CS: Is there significant action that you think lawmakers and policymakers need to take for health care security?
TM: There’s a couple things that we’re working on. One is related to Stark regulations, which is the anti-kickback statute — if we provide services to a physician, we have to ensure that we’re not getting referrals from providing that service. They did some exceptions back when electronic medical records came out and that could be an acceptable exception to be able to extend our electronic medical records out to physician practices. We’re working currently on a letter that will ask for exceptions for security personnel, security services and security hardware and software, so that if our hospital is connected to a very small physician practice who cannot afford security technology, that through that exception I could provide that service to them because it helps him and it helps us if we’re connected together.
The second is that would like to see physicians receive incentives through CMS and Medicare reporting. If they do cybersecurity activities, doctors’ offices and doctors would receive incentives for being good stewards and doing cybersecurity activity. So we’re working closely and submitting comment letters to possibly have those two things changed so that we can start to get things out to the smaller practices or hospitals or places that don’t have a ton of money. So maybe the government can incentivize them through one of those programs that’s already out there or through an exception where bigger providers could provide that service to them.
CS: You co-chaired the Health Care Industry Cybersecurity Task Force and it laid out a lot of challenges for Congress last year. Has there been significant progress since then?
TM: There actually has. Probably, to the average person you wouldn’t recognize it, but what actually ended up happening is that the Sector Coordinating Council took on the recommendations from the report and they have a working group that’s working on each recommendation. This year, we have started doing report-outs on progress or where we are in moving the industry forward towards some of the recommendations that were made in the report.
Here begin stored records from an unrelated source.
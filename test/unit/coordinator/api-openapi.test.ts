import { pino } from 'pino';
import { describe, expect, it } from 'vitest';
import { z } from 'zod';
import { buildApi } from '../../../services/coordinator/api/build-api.ts';
import { openApiDocument } from '../../../services/coordinator/api/openapi.ts';
import { ROUTES } from '../../../services/coordinator/api/routes.ts';
import { confClasses, landingPage } from '../../../services/coordinator/api/schemas.ts';
import { LocalStore } from '../../../shared/store/local-store.ts';
import { apiServer } from '../../support/api-server.ts';
import { FakeRuns } from '../../support/fake-runs.ts';

type Node = Record<string, unknown>;
interface Operation {
  readonly operationId: string;
  readonly summary: string;
  readonly parameters: readonly { name: string; in: string; required: boolean; schema: Node }[];
  readonly requestBody?: { readonly content: Record<string, { schema: Node }> };
  readonly responses: Record<string, Node>;
  readonly security: readonly object[];
}
interface Document extends Node {
  readonly openapi: string;
  readonly info: Node;
  readonly paths: Record<string, Record<string, Operation>>;
  readonly components: { readonly schemas: Record<string, Node>; readonly responses: Record<string, Node> };
}

const document = JSON.parse(JSON.stringify(openApiDocument(ROUTES))) as Document;
const operations = Object.entries(document.paths).flatMap(([path, item]) =>
  Object.entries(item).map(([method, operation]) => ({ path, method, operation })),
);

function* nodesIn(value: unknown): Generator<Node> {
  if (typeof value !== 'object' || value === null) return;
  if (!Array.isArray(value)) yield value as Node;
  for (const child of Object.values(value)) yield* nodesIn(child);
}

function resolve(reference: string): unknown {
  const [hash, ...path] = reference.split('/');
  expect(hash).toBe('#');
  return path.reduce<unknown>((node, name) => (node as Node | undefined)?.[name], document);
}

// Rules are those of the OpenAPI Specification 3.1.1 (section named) and RFC 9457.
describe('the OpenAPI document', () => {
  it('has the version and the members that section 4.8.1 and 4.8.2 require', () => {
    expect(document.openapi).toMatch(/^3\.1\.\d+$/);
    expect(document.info).toMatchObject({ title: expect.any(String), version: expect.any(String) });
    expect(Object.keys(document).sort()).toEqual(['components', 'info', 'openapi', 'paths', 'servers']);
  });

  it('refers only to what it holds, and holds nothing that is not referred to (4.8.23)', () => {
    const references = new Set([...nodesIn(document)].flatMap(({ $ref }) => (typeof $ref === 'string' ? [$ref] : [])));
    expect(references.size).toBeGreaterThan(15);
    for (const reference of references) expect(resolve(reference), reference).toBeTypeOf('object');
    for (const part of ['schemas', 'responses'] as const) {
      for (const name of Object.keys(document.components[part])) {
        expect(name).toMatch(/^[a-zA-Z0-9._-]+$/);
        expect(references).toContain(`#/components/${part}/${name}`);
      }
    }
  });

  it('has paths and path parameters that fit each other (4.8.8, 4.8.12)', () => {
    for (const { path, operation } of operations) {
      expect(path).toMatch(/^\//);
      const inPath = [...path.matchAll(/\{(\w+)\}/g)].map(([, name]) => name);
      const declared = operation.parameters.filter((parameter) => parameter.in === 'path');
      expect(declared.map(({ name }) => name)).toEqual(inPath);
      for (const { required } of declared) expect(required).toBe(true);
      for (const { schema } of operation.parameters) expect(schema).toBeTypeOf('object');
    }
    const ids = operations.map(({ operation }) => operation.operationId);
    expect(new Set(ids).size).toBe(ids.length);
  });

  it('has answers of known status, each with a description and content (4.8.16, 4.8.17)', () => {
    for (const { operation } of operations) {
      const statuses = Object.keys(operation.responses);
      expect(statuses.some((status) => /^2\d\d$/.test(status))).toBe(true);
      for (const [status, response] of Object.entries(operation.responses)) {
        expect(status).toMatch(/^[1-5]\d\d$/);
        const target = typeof response.$ref === 'string' ? (resolve(response.$ref) as Node) : response;
        expect(target.description).toBeTruthy();
        // RFC 9457, section 3: every problem has this media type.
        const types = Object.keys(target.content as Node);
        if (Number(status) >= 400) expect(types).toEqual(['application/problem+json']);
        else expect(types).toHaveLength(1);
      }
      expect(statuses).toEqual(expect.arrayContaining(['400', '500']));
    }
  });

  it('has schemas of the dialect 2020-12 without an id or dialect of their own (4.8.24)', () => {
    for (const node of nodesIn(document.components.schemas)) {
      expect(node).not.toHaveProperty('$schema');
      expect(node).not.toHaveProperty('$id');
      expect(node).not.toHaveProperty('nullable');
    }
    // Each can be read back as a JSON Schema: zod refuses what it does not know.
    const $defs = document.components.schemas;
    for (const name of Object.keys($defs)) {
      const text = JSON.stringify({ $ref: `#/$defs/${name}`, $defs }).replaceAll('#/components/schemas/', '#/$defs/');
      expect(() => z.fromJSONSchema(JSON.parse(text)), name).not.toThrow();
    }
  });

  it('asks for the token wherever something changes, and only there', () => {
    for (const { method, operation } of operations) {
      const changes = method !== 'get';
      expect(operation.security).toEqual(changes ? [{ token: [] }] : []);
      expect('401' in operation.responses).toBe(changes);
      expect('403' in operation.responses).toBe(changes);
    }
  });

  it('describes what the request is checked against', () => {
    const { runRequest } = document.components.schemas as Record<string, { properties: Record<string, Node> }>;
    expect(runRequest).toMatchObject({ required: ['basinFile'], additionalProperties: false });
    for (const member of Object.values(runRequest.properties)) expect(member.description).toBeTruthy();
    const limit = document.paths['/jobs'].get.parameters.find(({ name }) => name === 'limit');
    expect(limit?.schema).toEqual({ type: 'integer', minimum: 1, maximum: 1000, default: 10 });
    expect(limit?.required).toBe(false);
  });
});

/** What the router says of itself, a tree of lines such as "│   └── /:jobID (GET, HEAD)", as methods with paths. */
function routesIn(tree: string): string[] {
  const above: string[] = [];
  return tree.split('\n').flatMap((line) => {
    const [, indent, part, methods = ''] = /^([│ ]*)[├└]── (\S+)(?: \(([A-Z, ]+)\))?$/.exec(line) ?? [];
    if (part === undefined) return [];
    const depth = indent.length / 4;
    const path = [...above.slice(0, depth), part].join('').replaceAll(/:(\w+)/g, '{$1}');
    above[depth] = part;
    const all = methods.split(', ').filter((method) => method !== '');
    // HEAD comes with GET (RFC 9110, section 9.3.2).
    return all.filter((method) => method !== 'HEAD').map((method) => `${method} ${path}`);
  });
}

describe('document and server', () => {
  it('have the same operations', async () => {
    const app = buildApi({
      runs: new FakeRuns('/'),
      roots: [],
      urls: [],
      log: pino({ enabled: false }),
      openStore: (location) => new LocalStore(location),
      isLocal: true,
      maxStreams: 1,
      heartbeatMs: 1000,
    });
    await app.ready();
    const served = routesIn(app.printRoutes({ commonPrefix: false }));
    await app.close();
    expect(served.sort()).toEqual(operations.map(({ method, path }) => `${method.toUpperCase()} ${path}`).sort());
    expect(served.length).toBe(ROUTES.length);
  });

  it('are joined: what is served is this document, and every link of the landing page leads somewhere', async () => {
    const server = await apiServer();
    try {
      const answer = await server.fetch('/openapi.json');
      expect(answer.headers.get('content-type')).toMatch(/^application\/vnd\.oai\.openapi\+json/);
      expect(await answer.json()).toEqual(document);
      const { links } = landingPage.strict().parse(await (await server.fetch('/')).json());
      for (const { href, type } of links) {
        const target = await server.fetch(href);
        expect(target.status, href).toBe(200);
        expect(target.headers.get('content-type')).toContain(type?.split(';')[0]);
      }
      // OGC 19-072 (OGC API - Common - Part 1), /req/landing-page/root-success: these relations
      expect(links.map(({ rel }) => rel)).toEqual(expect.arrayContaining(['self', 'service-desc', 'conformance']));
      // OGC 18-062r2, /req/core/landingpage-success: and these
      const ogc = 'http://www.opengis.net/def/rel/ogc/1.0';
      expect(links.map(({ rel }) => rel)).toEqual(expect.arrayContaining([`${ogc}/conformance`, `${ogc}/processes`]));
      const { conformsTo } = confClasses.parse(await (await server.fetch('/conformance')).json());
      expect(conformsTo).toContain('http://www.opengis.net/spec/ogcapi-common-1/1.0/conf/core');
    } finally {
      await server.close();
    }
  });
});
Each team is starting to have a good progress and leg work happening in each of those meetings. There several subgroups that are meeting to try to address issues and make recommendations to the appropriate party. It could be a recommendation to the government, it could be a recommendation to the hospitals themselves, or it could be a recommendation to a software or hardware providers who provide to the industry. Those groups are working really hard to began to push some of those things out and I think it’s getting real traction. So I would suspect in the next year or 18 months you’ll start seeing communications from the group.
The policy working group — which is the one that I’m on — we’re are the ones that are addressing some of those things with the federal government: answering those comment letters and those types of things to begin to get traction and some of the federal programs that are out there. But there’s groups working on everything. It’s pretty exciting to see the groups working and actually taking the recommendations seriously and trying to find ways now to implement them.